No DTG is going to be good to have with 1 time a week use. Not only will you be risking clogs and ink separation issue you will have a hard time recouping the maintenance costs with so little printing.

I'm sure someone will try to sell you one but you will regret it if you have white ink in a once a week machine.


----------



## equipmentzone (Mar 26, 2008)

goldenprints said:


> I am a printer that is consistently getting requests, for orders of 20 or fewer shirts. I want to buy a DTG machine which has the lowest maintenance possible. Preferably something that I could use maybe once a week which also has white ink. I was wondering which machine would be the best for something like, that which company makes DTG printers with the lowest maintenance required.




If you are only planning to use the printer once a week your return on investment would not make sense.

You would be much better off contracting out your work till you get a large enough steady volume to justify making the investment.

There are dtg printers available that can be shut off completely for 2 weeks without clog issues.

_


----------



## ezlogos (Jan 21, 2015)

white ink is the problem aft 24 hrs of sitting all of the ink in the lines needs to be purged. By nature the white ink settles. i use a brother gt-3 381 and lights all the time no issues. Maintenance is required prior to printing darks, so we try and gang up all of the dark jobs together.


----------



## wolfpupthreads (Mar 28, 2017)

Would the Omniprint Freejet 330TX not be a good option for this guy?


----------



## equipmentzone (Mar 26, 2008)

ezlogos said:


> white ink is the problem aft 24 hrs of sitting all of the ink in the lines needs to be purged. By nature the white ink settles. i use a brother gt-3 381 and lights all the time no issues. Maintenance is required prior to printing darks, so we try and gang up all of the dark jobs together.

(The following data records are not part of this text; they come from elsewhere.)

! The check the migrated heat programs run after the solve: the residual of
! the conduction equations themselves (not of the fixed-point map),
!   R_P = sum over faces of k_f (T_P - T_Q) - q h**2,   ||R(0)|| = q/n,
! with the discretisation of heat_picard.f90 (k = 1 + T**2, face k the mean,
! wall faces at distance h/2, ghost cells at T = 0).
module conduction_check
  implicit none
  private
  public :: relative_conduction_residual
  integer, parameter :: dp = kind(1.0d0)
contains
  !> ||R(T)|| / ||R(0)|| for t(0:n+1, 0:n+1) with its ghost ring at 0.
  real(dp) function relative_conduction_residual(t, n, q) result(relative)
    integer, intent(in) :: n
    real(dp), intent(in) :: t(0:n + 1, 0:n + 1), q
    real(dp) :: k(0:n + 1, 0:n + 1), r, squared, h
    integer :: i, j
    h = 1.0_dp/n
    k = 1.0_dp + t**2
    squared = 0.0_dp
    do j = 1, n
      do i = 1, n
        r = face(i + 1, j, i == n) + face(i - 1, j, i == 1) + face(i, j + 1, j == n) + face(i, j - 1, j == 1) - q*h*h
        squared = squared + r**2
      end do
    end do
    relative = sqrt(squared)/(q/n)
  contains
    real(dp) function face(a, b, wall)
      integer, intent(in) :: a, b
      logical, intent(in) :: wall
      face = 0.5_dp*(k(i, j) + k(a, b))*(t(i, j) - t(a, b))
      if (wall) face = 2.0_dp*face
    end function face
  end function relative_conduction_residual
end module conduction_check
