// How Newton–GMRES cost grows with the mesh on the heat-conduction model
// problem (problems/model_problem/model_problem.hpp: −∇·((1 + T²)∇T) = 10
// on the unit square, T = 0 on the walls): a scaling study over cells per side,
// with fitted exponents, a CSV of the rows and fits, and a log–log plot.
//
//   scaling_study [--size_parameters=32,64,128,256] [--skip_larger_sizes_after_seconds=120]
//                 [--output=scaling_study_output] [--help]
//
// Writes, in the --output folder:
//   scaling_study.csv        one row per size (nkit::write_scaling_study_csv)
//   scaling_study_fits.csv   the fitted power laws
//   scaling_study.gp         a gnuplot script for the log–log plot
//   scaling_study.png        the plot, when gnuplot is installed
#include <cstdio>
#include <cstdlib>
#include <filesystem>
#include <fstream>
#include <iostream>
#include <nkit/nkit.hpp>
#include <nkit/report/scaling_study.hpp>
#include <sstream>
#include <stdexcept>
#include <string>
#include <vector>

#include "common/command_line.hpp"
#include "common/run_output.hpp"
#include "problems/model_problem/model_problem.hpp"

namespace {

// Gnuplot script: wall time and linear iterations per Newton step against
// unknowns, on log–log axes, with the fitted laws as lines.
std::string gnuplot_script(const nkit::scaling_study_result& result) {
  std::ostringstream script;
  script << "set terminal pngcairo size 900,600\n"
            "set output 'scaling_study.png'\n"
            "set datafile separator ','\n"
            "set logscale xy\n"
            "set key bottom right\n"
            "set xlabel 'unknowns N'\n"
            "set ylabel 'wall seconds / linear iterations per Newton step'\n"
            "set title 'Newton-GMRES on the heat-conduction model problem'\n";
  const auto law = [](const nkit::power_law_fit& fit) {
    char text[96];
    std::snprintf(text, sizeof text, "%.10g*x**%.10g", fit.coefficient, fit.exponent);
    return std::string(text);
  };
  char title[160];
  script << "plot 'scaling_study.csv' every ::1 using 2:7 with points pointtype 7 title 'wall seconds'";
  if (result.wall_seconds.valid()) {
    std::snprintf(title, sizeof title, "time fit: N^{%.2f}", result.wall_seconds.exponent);
    script << ", " << law(result.wall_seconds) << " with lines title '" << title << "'";
  }
  script << ", 'scaling_study.csv' every ::1 using 2:6 with points pointtype 5 title 'linear iterations per step'";
  if (result.linear_iterations_per_newton_step.valid()) {
    std::snprintf(title, sizeof title, "iterations fit: N^{%.2f}", result.linear_iterations_per_newton_step.exponent);
    script << ", " << law(result.linear_iterations_per_newton_step) << " with lines title '" << title << "'";
  }
  script << '\n';
  return script.str();
}

/// "32,64,128" -> {32, 64, 128}; every entry an integer >= 2.
std::vector<long long> size_list(const std::string& text) {
  std::vector<long long> sizes;
  std::istringstream in(text);
  std::string item;
  while (std::getline(in, item, ',')) {
    char* end = nullptr;
    const long long value = std::strtoll(item.c_str(), &end, 10);
    if (item.empty() || *end != '\0' || value < 2) {
      throw std::invalid_argument(
          "scaling_study: --size_parameters must be a comma-separated list of integers >= 2 "
          "(got '" +
          text + "')");
    }
    sizes.push_back(value);
  }
  if (sizes.empty()) throw std::invalid_argument("scaling_study: --size_parameters is empty");
  return sizes;
}

int run(int argc, char** argv) {
  nkit_examples::command_line options("scaling_study",
                                      "Newton-GMRES cost against grid size on the heat-conduction model problem");
  options.option("size_parameters", "32,64,128,256", "cells per side of each grid, comma-separated");
  options.option("skip_larger_sizes_after_seconds", "120", "do not start a larger size after a solve this slow");
  options.option("output", "scaling_study_output", "folder for the CSV files, gnuplot script and plot");
  if (!options.parse(argc, argv)) return 0;
  nkit::scaling_study_settings study;
  study.size_parameters = size_list(options.text("size_parameters"));
  study.skip_larger_sizes_after_seconds = options.number("skip_larger_sizes_after_seconds");
  const std::filesystem::path folder = nkit_examples::make_output_folder(options.text("output"));

  nkit::newton_settings settings;
  settings.relative_tolerance = 1e-8;  // the model problem's convergence criterion
  settings.linear.restart_length = 50;
  settings.linear.maximum_iterations = 20000;

  const nkit::scaling_study_result result = nkit::run_scaling_study(study, [&](long long cells_per_side) {
    nkit_problems::heat_conduction_model_problem problem(static_cast<int>(cells_per_side));
    Eigen::VectorXd temperature = Eigen::VectorXd::Zero(problem.unknowns());
    nkit::newton_krylov_solver<> solver(settings);
    nkit::solve_report report = solver.solve(problem, temperature);
    std::cout << "  " << cells_per_side << " x " << cells_per_side << ": " << nkit::name(report.reason) << " in "
              << report.wall_seconds << " s\n";
    return nkit::scaling_sample{problem.unknowns(), std::move(report)};
  });

  std::cout << "\nNewton-GMRES, no preconditioner, heat-conduction model problem\n";
  nkit::print_scaling_study(std::cout, result);
  // Reading the fits: linear iterations per Newton step that grow with N mean
  // the preconditioner (here none) does not scale; a multigrid-class one
  // keeps them flat and the time close to N^1.
  if (result.linear_iterations_per_newton_step.valid() && result.linear_iterations_per_newton_step.exponent > 0.2) {
    std::printf("linear iterations per Newton step grow like N^%.2f: the solve needs a preconditioner that scales\n",
                result.linear_iterations_per_newton_step.exponent);
  }
  std::ofstream csv(folder / "scaling_study.csv");
  nkit::write_scaling_study_csv(csv, result);
  std::ofstream fits(folder / "scaling_study_fits.csv");
  nkit::write_scaling_fits_csv(fits, result);
  csv.close();
  fits.close();
  std::cout << "wrote scaling_study.csv and scaling_study_fits.csv in " << folder.string() << '\n';
  if (nkit_examples::run_gnuplot(folder, "scaling_study.gp", gnuplot_script(result), std::cout)) {
    std::cout << "wrote the plot " << (folder / "scaling_study.png").string() << '\n';
  } else {
    std::cout << "or plot columns unknowns (2) against wall_seconds (7) and linear_iterations_per_newton_step (6) "
                 "on log-log axes.\n";
  }
  return result.rows.empty() || !result.rows.back().converged() ? 1 : 0;
}

}  // namespace

int main(int argc, char** argv) { return nkit_examples::run_reporting_errors(run, argc, argv); }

Not needed to do on the Epson F2000. The Epson F2000 can be shut off completely at the end of a print day and left off for up to 2 weeks without any white ink issues.

_


----------



## ezlogos (Jan 21, 2015)

if i was only doing 20 shirts a week and need darks i would look into oki transfers. no maintenance on this machine. but not dtg


----------



## AnACustomPrints (Dec 1, 2016)

aT TWENTY SHIRTS A WEEK


----------



## AnACustomPrints (Dec 1, 2016)

We agree. With only 20 shirts a week and printing once a week the ROR on a machine and the other incidentals that go with it is questionable. On the upside, as you have business, you probably already have a blank inventory, so greater part of your gross could go towards debt retirement. It could work out over a year to a year and a half, depending on your machine and set-p costs. Still, contracting out, until you have a steady flow, maximizes your profit and minimizes your expenses


----------



## ssmedia7 (Sep 26, 2013)

I would stay away from the Oki. I personally know two guys/shops with it and both hate it. At first they both talked so highly of the machine. Then I got my F2000 and the first thing they asked is if I had broker pricing for it. I asked why? Then both admitted to the frustration of the Oki. From the transfers pealing up, to the transfer shifting. Then they said the materials were expensive. So check into that before you buy. 


Sent from my iPhone using Tapatalk


----------